Antigen presentation by B cells is central in the humoral immune response. B cells present antigens to helper T cells which stimulate their differentiation into plasma cells or memory cells. Autophagy-related (ATG) proteins participate in antigen presentation, but their precise contribution is still unclear. Previous work in the laboratory demonstrated the preponderant role of the ATG5 protein. We recently showed that ATG5 is involved in immobilized antigen processing after engagement by the B cell receptor (BCR) through promotion of polarized endocytosis. We aim now at precising how ATG5 protein and other partners participate in BCR trafficking.
We generated human B cell lines expressing HA-tagged ATG16L1. Using quantitative mass spectrometry, we identified novel ATG partners in the context of BCR crosslinking. Significant candidate proteins are associated with lysosome exocytosis and fusion with endosomes. We particularly focused on SNAP23, involved in lysosome exocytosis and LC3-associated phagocytosis (LAP). SNAP23 colocalization with BCR after crosslinking is impaired upon ATG5 or ATG16L1 depletion. We are now generating SNAP23-deficient B cell lines to validate its involvement in BCR trafficking and involvement in antigen presentation.

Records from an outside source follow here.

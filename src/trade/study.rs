//! The study: every combination when the catalogue is small, a search when it is
//! large; in parallel, with results that do not depend on the thread count.
//!
//! Exhaustive up to [`StudySettings::exhaustive_limit`] combinations. Beyond it,
//! a seeded search over the catalogue's grid: a random sample of distinct
//! combinations, then, round after round, every untried neighbour (one part
//! changed to the next or previous entry of its list) of the Pareto set and of
//! the lightest combination meeting every requirement, until no neighbour is
//! left untried or the evaluation budget is spent. Every batch is a sorted list
//! of combination numbers evaluated with rayon and collected in order, so the
//! same seed gives the same study on any number of threads. (The layout
//! optimiser in `optimize` moves continuous port coordinates; a catalogue is a
//! grid of discrete choices, so it gets its own neighbourhood search.)

use super::catalogue::Catalogue;
use super::combine::Choice;
use super::evaluate::{evaluate, Evaluated, HoldTime};
use super::fast::FastEvaluator;
use super::pareto::{self, Key, Resolution};
use super::rules::Rule;
use crate::model::Design;
use rand::{Rng, SeedableRng};
use rayon::prelude::*;
use serde::Serialize;
use std::collections::{BTreeMap, BTreeSet};

/// How the study runs.
#[derive(Debug, Clone, PartialEq, Serialize)]
pub struct StudySettings {
    /// Largest catalogue evaluated combination by combination.
    pub exhaustive_limit: u64,
    /// Evaluations a search may spend.
    pub search_budget: usize,
    /// Seed of the search's sample.
    pub seed: u64,
    /// Rounding before figures are compared.
    pub resolution: Resolution,
    /// Use the faster evaluation (`trade::fast`) when no hold-time source is given.
    pub fast: bool,
}

impl Default for StudySettings {
    /// Exhaustive up to 20 000 combinations (about a second per thousand on
    /// the demo layouts, see the README's performance table); a search of 4 000
    /// evaluations beyond; seed 1.
    fn default() -> Self {
        StudySettings {
            exhaustive_limit: 20_000,
            search_budget: 4_000,
            seed: 1,
            resolution: Resolution::default(),
            fast: true,
        }
    }
}

/// How the combinations were chosen.
#[derive(Debug, Clone, Copy, PartialEq, Eq, Serialize)]
#[serde(rename_all = "snake_case")]
pub enum Method {
    /// Every combination.
    Exhaustive,
    /// A seeded neighbourhood search (the catalogue was too large).
    Search,
}

/// What the study found.
#[derive(Debug, Clone, PartialEq, Serialize)]
pub struct Study {
    /// Combinations the catalogue holds.
    pub combinations: u64,
    /// How they were chosen.
    pub method: Method,
    /// Every combination evaluated, in catalogue order.
    pub evaluated: Vec<Evaluated>,
    /// Positions in `evaluated` of the Pareto set, in listing order.
    pub pareto: Vec<usize>,
    /// Position in `evaluated` of the lightest combination meeting every
    /// requirement (ties: price, then catalogue order).
    pub lightest: Option<usize>,
    /// Whether hold time took part in the ranking (every accepted combination had one).
    pub with_hold_time: bool,
    /// How many combinations broke each rule (a combination may break several).
    pub rejections: BTreeMap<Rule, usize>,
}

fn evaluate_batch(
    base: &Design,
    cat: &Catalogue,
    indices: &[u64],
    hold: Option<&dyn HoldTime>,
    fast: Option<&FastEvaluator<'_>>,
) -> Vec<Evaluated> {
    indices
        .par_iter()
        .map(|&i| {
            let c = Choice::from_index(cat, i);
            match fast {
                Some(f) => f.evaluate(&c),
                None => evaluate(base, cat, &c, hold),
            }
        })
        .collect()
}

/// Pareto set and lightest over evaluated combinations (any order).
fn rank(evaluated: &[Evaluated], r: &Resolution) -> (Vec<usize>, Option<usize>, bool) {
    let accepted: Vec<usize> = (0..evaluated.len())
        .filter(|&i| evaluated[i].metrics().is_some())
        .collect();
    let with_hold = !accepted.is_empty()
        && accepted.iter().all(|&i| {
            evaluated[i]
                .metrics()
                .is_some_and(|m| m.hold_time_s.is_some())
        });
    let keys: Vec<(usize, Key)> = accepted
        .iter()
        .filter_map(|&i| {
            evaluated[i]
                .metrics()
                .map(|m| (i, pareto::key(m, r, with_hold)))
        })
        .collect();
    let plain: Vec<Key> = keys.iter().map(|k| k.1).collect();
    let front = pareto::pareto_set(&plain)
        .into_iter()
        .map(|p| keys[p].0)
        .collect();
    let lightest = keys
        .iter()
        .filter(|(i, _)| {
            evaluated[*i]
                .metrics()
                .is_some_and(|m| m.meets_requirements)
        })
        .min_by(|a, b| {
            (a.1[0], a.1[1], evaluated[a.0].index).cmp(&(b.1[0], b.1[1], evaluated[b.0].index))
        })
        .map(|k| k.0);
    (front, lightest, with_hold)
}

fn neighbours(cat: &Catalogue, index: u64) -> Vec<u64> {
    let radices = cat.radices();
    let digits = Choice::from_index(cat, index).digits();
    let mut out = Vec::new();
    for k in 0..digits.len() {
        for step in [-1i64, 1] {
            let v = digits[k] as i64 + step;
            if v >= 0 && (v as usize) < radices[k] {
                let mut d = digits.clone();
                d[k] = v as usize;
                out.push(Choice::from_digits(&d).index(cat));
            }
        }
    }
    out
}

/// Run the study of `cat` on the layout's design `base`.
pub fn run(
    base: &Design,
    cat: &Catalogue,
    settings: &StudySettings,
    hold: Option<&dyn HoldTime>,
) -> Study {
    let total = cat.combinations();
    let fast_evaluator = (settings.fast && hold.is_none()).then(|| FastEvaluator::new(base, cat));
    let fast = fast_evaluator.as_ref();
    let (method, mut evaluated) = if total <= settings.exhaustive_limit {
        let all: Vec<u64> = (0..total).collect();
        (
            Method::Exhaustive,
            evaluate_batch(base, cat, &all, hold, fast),
        )
    } else {
        let budget = settings.search_budget.max(1);
        let mut rng = rand_chacha::ChaCha8Rng::seed_from_u64(settings.seed);
        let mut tried = BTreeSet::new();
        let sample = (budget as u64 / 2).clamp(1, total) as usize;
        while tried.len() < sample {
            tried.insert(rng.gen_range(0..total));
        }
        let first: Vec<u64> = tried.iter().copied().collect();
        let mut evaluated = evaluate_batch(base, cat, &first, hold, fast);
        loop {
            let left = budget.saturating_sub(tried.len());
            if left == 0 {
                break;
            }
            let (front, lightest, _) = rank(&evaluated, &settings.resolution);
            let next: BTreeSet<u64> = front
                .iter()
                .chain(lightest.iter())
                .flat_map(|&p| neighbours(cat, evaluated[p].index))
                .filter(|i| !tried.contains(i))
                .collect();
            if next.is_empty() {
                break;
            }
            let batch: Vec<u64> = next.into_iter().take(left).collect();
            tried.extend(batch.iter().copied());
            evaluated.extend(evaluate_batch(base, cat, &batch, hold, fast));
        }
        evaluated.sort_by_key(|e| e.index);
        (Method::Search, evaluated)
    };
    evaluated.sort_by_key(|e| e.index);
    let (pareto, lightest, with_hold_time) = rank(&evaluated, &settings.resolution);
    let mut rejections = BTreeMap::new();
    for e in &evaluated {
        if let super::evaluate::Outcome::Rejected { breaches } = &e.outcome {
            for b in breaches {
                *rejections.entry(b.rule).or_insert(0) += 1;
            }
        }
    }
    Study {
        combinations: total,
        method,
        evaluated,
        pareto,
        lightest,
        with_hold_time,
        rejections,
    }
}
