/// Renders the tables as pretty-printed JSON. The object holds every field of
/// [`FirmwareTables`] (so it reads back with serde) plus `format`,
/// `format_version`, and the frame, units and indexing rules in words.
pub fn render_json(t: &FirmwareTables) -> Result<String, FirmwareError> {
    t.validate()?;
    let doc = JsonDocument {
        format: "portwright firmware allocation tables",
        format_version: 1,
        frame: FRAME,
        units: UNITS,
        onoff_rows: ROW_RULE,
        onoff_rule_words: ONOFF_RULE,
        regions_rule: "duty of port basic[k] = map[k] . tau + offset[k], one basic port per \
axis of map_axes; ports in full_on_mask at 1, others 0; the region holds tau when the basic \
duties lie in [0, 1]; search regions in order; command components on axes outside map_axes \
are ignored",
        envelope_rule: "inside when normal . tau <= offset_nm + slack_nm for every facet; \
outside, scale tau by min over normal . tau > 0 of offset_nm / (normal . tau)",
        grid_rule: t.grid.as_ref().map(|_| {
            "point (i, j, k) of the roll, pitch and yaw indices is points[(i*g + j)*g + k], \
command low_nm + index*(high_nm - low_nm)/(g - 1)"
        }),
        tables: t,
    };
    let mut text =
        serde_json::to_string_pretty(&doc).map_err(|e| FirmwareError::Json(e.to_string()))?;
    text.push('\n');
    Ok(text)
}

#[cfg(test)]
mod tests {
    use super::*;
    use crate::allocation::{MinGasAllocator, PortGeometry, SideForceLimit};
    use approx::assert_relative_eq;
    use std::f64::consts::FRAC_PI_2;

    /// Four radial ports 0.45 m aft of the CG and two tangential roll ports at
    /// 0.3 m aft, on a 27 mm radius, 45 s specific impulse.
    fn six_ports() -> Effectiveness {
        let g0 = 9.806_65;
        let r = 0.027;
        let mut ports: Vec<PortGeometry> = (0..4)
            .map(|k| {
                let a = k as f64 * FRAC_PI_2;
                PortGeometry {
                    name: format!("radial-{k}"),
                    position_m: Vector3::new(-0.45, r * a.cos(), r * a.sin()),
                    direction: -Vector3::new(0.0, a.cos(), a.sin()),
                    thrust_n: 1.5,
                    mass_flow_kg_s: 1.5 / (45.0 * g0),
                }
            })
            .collect();
        for (k, s) in [(0, 1.0), (2, -1.0)] {
            let a = k as f64 * FRAC_PI_2 + 0.25 * std::f64::consts::PI;
            ports.push(PortGeometry {
                name: format!("roll-{k}"),
                position_m: Vector3::new(-0.3, r * a.cos(), r * a.sin()),
                direction: Vector3::new(0.0, -a.sin(), a.cos()) * s,
                thrust_n: 1.0,
                mass_flow_kg_s: 1.0 / (45.0 * g0),
            });
        }
        Effectiveness::from_ports(&ports).expect("valid ports")
    }

    fn names() -> TableNames {
        TableNames {
            layout: "test \"six\"".into(),
            flight_state: "coast */ end".into(),
        }
    }

    fn tables(grid: Option<usize>) -> FirmwareTables {
        build_tables(
            &six_ports(),
            &names(),
            &OnOffOptions::default(),
            &|_| 1.0,
            &Tolerances::default(),
            grid,
        )
        .expect("builds")
    }

    #[test]
    fn row_index_round_trips() {
        for r in 0..ONOFF_ROWS {
            assert_eq!(onoff_row(row_command(r)), r);
        }
        assert_eq!(row_command(ALL_OFF_ROW), [0, 0, 0]);
        assert_eq!(onoff_row([1, -1, 0]), 2 * 9 + 1);
        // Components are taken by sign.
        assert_eq!(onoff_row([5, -7, 0]), onoff_row([1, -1, 0]));
    }

    #[test]
    fn onoff_rows_follow_the_plan() {
        let e = six_ports();
        let t = tables(None);
        let plan = OnOffPlan::new(
            &e,
            &OnOffOptions::default(),
            &|_| 1.0,
            &Tolerances::default(),
        )
        .expect("plans");
        assert_eq!(t.onoff[ALL_OFF_ROW].mask, 0);
        for (c, sel) in &plan.entries {
            let row = &t.onoff[onoff_row(*c)];
            assert_eq!(row.command, *c);
            let ports: Vec<usize> = (0..64).filter(|i| row.mask >> i & 1 == 1).collect();
            assert_eq!(ports, sel.set().ports);
            // The row's torque is the sum of its open ports' columns (full supply).
            let mut u = vec![0.0; e.len()];
            for p in ports {
                u[p] = 1.0;
            }
            let tau = e.torque_for(&u);
            for a in 0..3 {
                // Sums of at most six columns: rounding only.
                assert!((row.torque_nm[a] - tau[a]).abs() <= 1e-15);
            }
        }
    }

    #[test]
    fn grid_matches_the_simplex() {
        let e = six_ports();
        let t = tables(Some(4));
        let g = t.grid.as_ref().expect("grid");
        assert_eq!(g.points.len(), 64);
        let mut lp =
            MinGasAllocator::new(&e, SideForceLimit::Free, &Tolerances::default()).expect("setup");
        let mut saturated = 0;
        for p in &g.points {
            let tau = Vector3::from(p.torque_nm);
            let a = lp.allocate(&tau).expect("solves");
            // Two routes to the same LP optimum: gas and scale to 1e-9 relative.
            assert_relative_eq!(p.scale, a.scale, max_relative = 1e-9);
            assert_relative_eq!(
                e.gas_for(&p.duty),
                a.gas_rate_kg_s,
                max_relative = 1e-9,
                epsilon = 1e-15
            );
            let achieved = e.torque_for(&p.duty);
            assert!((achieved - tau * p.scale).norm() <= 1e-9 * t.torque_scale());
            if p.scale < 1.0 {
                saturated += 1;
            }
        }
        // The box corners lie outside the envelope.
        assert!(saturated >= 8);
    }

    #[test]
    fn json_reads_back() {
        let t = tables(Some(2));
        let text = render_json(&t).expect("renders");
        let back: FirmwareTables = serde_json::from_str(&text).expect("parses");
        assert_eq!(back.layout, t.layout);
        assert_eq!(back.onoff.len(), ONOFF_ROWS);
        for (a, b) in back.onoff.iter().zip(&t.onoff) {
            assert_eq!(a.mask, b.mask);
            assert_eq!(a.outcome, b.outcome);
        }
        // JSON numbers are shortest round-trip decimals; the reader may be one ulp off.
        let close = |x: f64, y: f64| (x - y).abs() <= 4.0 * f64::EPSILON * x.abs().max(y.abs());
        for (a, b) in back.regions.iter().zip(&t.regions) {
            assert_eq!(a.basic, b.basic);
            assert_eq!(a.full_on_mask, b.full_on_mask);
            for (x, y) in a.map.as_flattened().iter().zip(b.map.as_flattened()) {
                assert!(close(*x, *y));
            }
        }
        let (ga, gb) = (back.grid.expect("grid"), t.grid.expect("grid"));
        for (a, b) in ga.points.iter().zip(&gb.points) {
            for (x, y) in a.duty.iter().zip(&b.duty) {
                assert!(close(*x, *y));
            }
        }
    }

    #[test]
    fn csv_holds_the_same_numbers() {
        let t = tables(Some(2));
        let text = render_csv(&t);
        let section = |name: &str| -> Vec<Vec<String>> {
            let start = text
                .lines()
                .position(|l| l == format!("[{name}]"))
                .expect("section present");
            text.lines()
                .skip(start + 2)
                .take_while(|l| !l.is_empty())
                .map(|l| l.split(',').map(str::to_string).collect())
                .collect()
        };
        let rows = section("onoff");
        assert_eq!(rows.len(), ONOFF_ROWS);
        for (r, fields) in rows.iter().enumerate() {
            assert_eq!(fields[4].parse::<u64>().expect("mask"), t.onoff[r].mask);
            let gas: f64 = fields[10].parse().expect("gas");
            // Rust reads its own shortest decimals back exactly.
            assert_eq!(gas, t.onoff[r].gas_rate_kg_s);
        }
        let regions = section("regions");
        assert_eq!(regions.len(), t.regions.len());
        for (fields, reg) in regions.iter().zip(&t.regions) {
            let m: Vec<f64> = fields[5..14]
                .iter()
                .map(|s| s.parse().expect("number"))
                .collect();
            assert_eq!(m.as_slice(), reg.map.as_flattened());
        }
        assert_eq!(section("facets").len(), t.envelope.facets.len());
        assert_eq!(section("grid").len(), 8);
        // The layout name holds a quote: the field is quoted and the quote doubled.
        assert!(text.contains("layout,\"test \"\"six\"\"\""));
    }

    #[test]
    fn every_format_states_the_onoff_rule() {
        // The rule (fraction, tolerance, comparison tolerance) travels with the
        // rows in all three formats, with the values the rows were chosen by.
        let tol = Tolerances::default();
        let opts = OnOffOptions {
            fraction: 0.4,
            tolerance: 0.2,
            ..OnOffOptions::default()
        };
        let t = build_tables(&six_ports(), &names(), &opts, &|_| 1.0, &tol, None).expect("builds");
        assert_eq!(t.onoff_rule.fraction, 0.4);
        assert_eq!(t.onoff_rule.tolerance, 0.2);
        assert_eq!(t.onoff_rule.comparison_tolerance, tol.onoff_share);
        let h = render_c_header(&t).expect("renders");
        assert!(h.contains("#define PW_ONOFF_FRACTION PW_R(4e-1)"));
        assert!(h.contains("#define PW_ONOFF_TOLERANCE PW_R(2e-1)"));
        assert!(h.contains("#define PW_ONOFF_COMPARISON_TOLERANCE PW_R(1e-9)"));
        assert!(h.contains("Here: fraction 4e-1, tolerance 2e-1, comparison tolerance 1e-9."));
        let csv = render_csv(&t);
        for line in [
            "onoff_fraction,4e-1",
            "onoff_tolerance,2e-1",
            "onoff_comparison_tolerance,1e-9",
        ] {
            assert!(csv.lines().any(|l| l == line), "{line}");
        }
        assert!(csv.contains("rule (values in [summary] as onoff_*)"));
        let json: serde_json::Value =
            serde_json::from_str(&render_json(&t).expect("renders")).expect("parses");
        assert_eq!(json["onoff_rule"]["fraction"], 0.4);
        assert_eq!(json["onoff_rule"]["comparison_tolerance"], 1e-9);
        assert!(json["onoff_rule_words"]
            .as_str()
            .is_some_and(|w| w.contains("fewer valves")));
    }

    #[test]
    fn header_names_are_escaped() {
        let t = tables(None);
        let h = render_c_header(&t).expect("renders");
        // The flight state holds a comment end; it must not close the comment block.
        assert!(h.contains("Flight state: coast * / end"));
        assert_eq!(h.matches("*/").count(), h.matches("/*").count());
        assert_eq!(c_string("a\"b\\c?\n"), "\"a\\\"b\\\\c\\?\\012\"");
    }

    #[test]
    fn bad_tables_are_refused() {
        let good = tables(Some(2));
        let mut t = good.clone();
        t.onoff.pop();
        assert!(matches!(
            render_c_header(&t),
            Err(FirmwareError::Inconsistent(_))
        ));
        let mut t = good.clone();
        t.regions[0].map[1][2] = f64::NAN;
        assert_eq!(
            render_json(&t),
            Err(FirmwareError::NotFinite("regions[0].map".into()))
        );
        let mut t = good.clone();
        t.onoff[0].mask = 1 << 6;
        assert!(matches!(t.validate(), Err(FirmwareError::Inconsistent(_))));
        let mut t = good.clone();
        t.regions[0].basic = vec![0, 0, 1];
        assert!(matches!(t.validate(), Err(FirmwareError::Inconsistent(_))));
        let mut t = good;
        t.grid.as_mut().expect("grid").points[3].duty.pop();
        assert!(matches!(t.validate(), Err(FirmwareError::Inconsistent(_))));
    }

    #[test]
    fn port_and_grid_limits() {
        let e = six_ports();
        let tol = Tolerances::default();
        let opts = OnOffOptions::default();
        for g in [0, 1, MAX_GRID_POINTS + 1] {
            assert_eq!(
                build_tables(&e, &names(), &opts, &|_| 1.0, &tol, Some(g)).err(),
                Some(FirmwareError::BadGrid(g))
            );
        }
        // 65 ports: one more than a mask holds. Refused before any search runs.
        let ports: Vec<PortGeometry> = (0..65)
            .map(|k| {
                let a = k as f64 * 0.19;
                PortGeometry {
                    name: format!("p{k}"),
                    position_m: Vector3::new(-0.4, 0.027 * a.cos(), 0.027 * a.sin()),
                    direction: Vector3::new(0.0, -a.sin(), a.cos()),
                    thrust_n: 1.0,
                    mass_flow_kg_s: 1e-3,
                }
            })
            .collect();
        let big = Effectiveness::from_ports(&ports).expect("valid");
        assert_eq!(
            build_tables(&big, &names(), &opts, &|_| 1.0, &tol, None).err(),
            Some(FirmwareError::TooManyPorts(65))
        );
        let mut t = tables(None);
        t.ports.clear();
        assert_eq!(t.validate(), Err(FirmwareError::NoPorts));
    }
}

We also intended to define if LC3-conjugation to single membranes is involved in BCR trafficking and antigen acquisition. We therefore studied the impact of RUBCN depletion, essential LC3 associated phagocytosis/endocytosis protein. We stimulated primary B cells isolated from a Rubcn-/- mice, with microbeads-tethered antigens. Upon RUBCN depletion, super-resolution imaging show polarization defects of internalized BCR-containing vesicles. This suggests the involvement of RUBCN-dependent processes in BCR endocytosis. 
Altogether we showed that ATG proteins polarize BCR trafficking and identify new partners in this process. We are now generating transgenic mouse models, with B cells expressing an antigen receptor specific for a model antigen to address the question of the in vivo impact on this pathway on the optimization of the humoral response.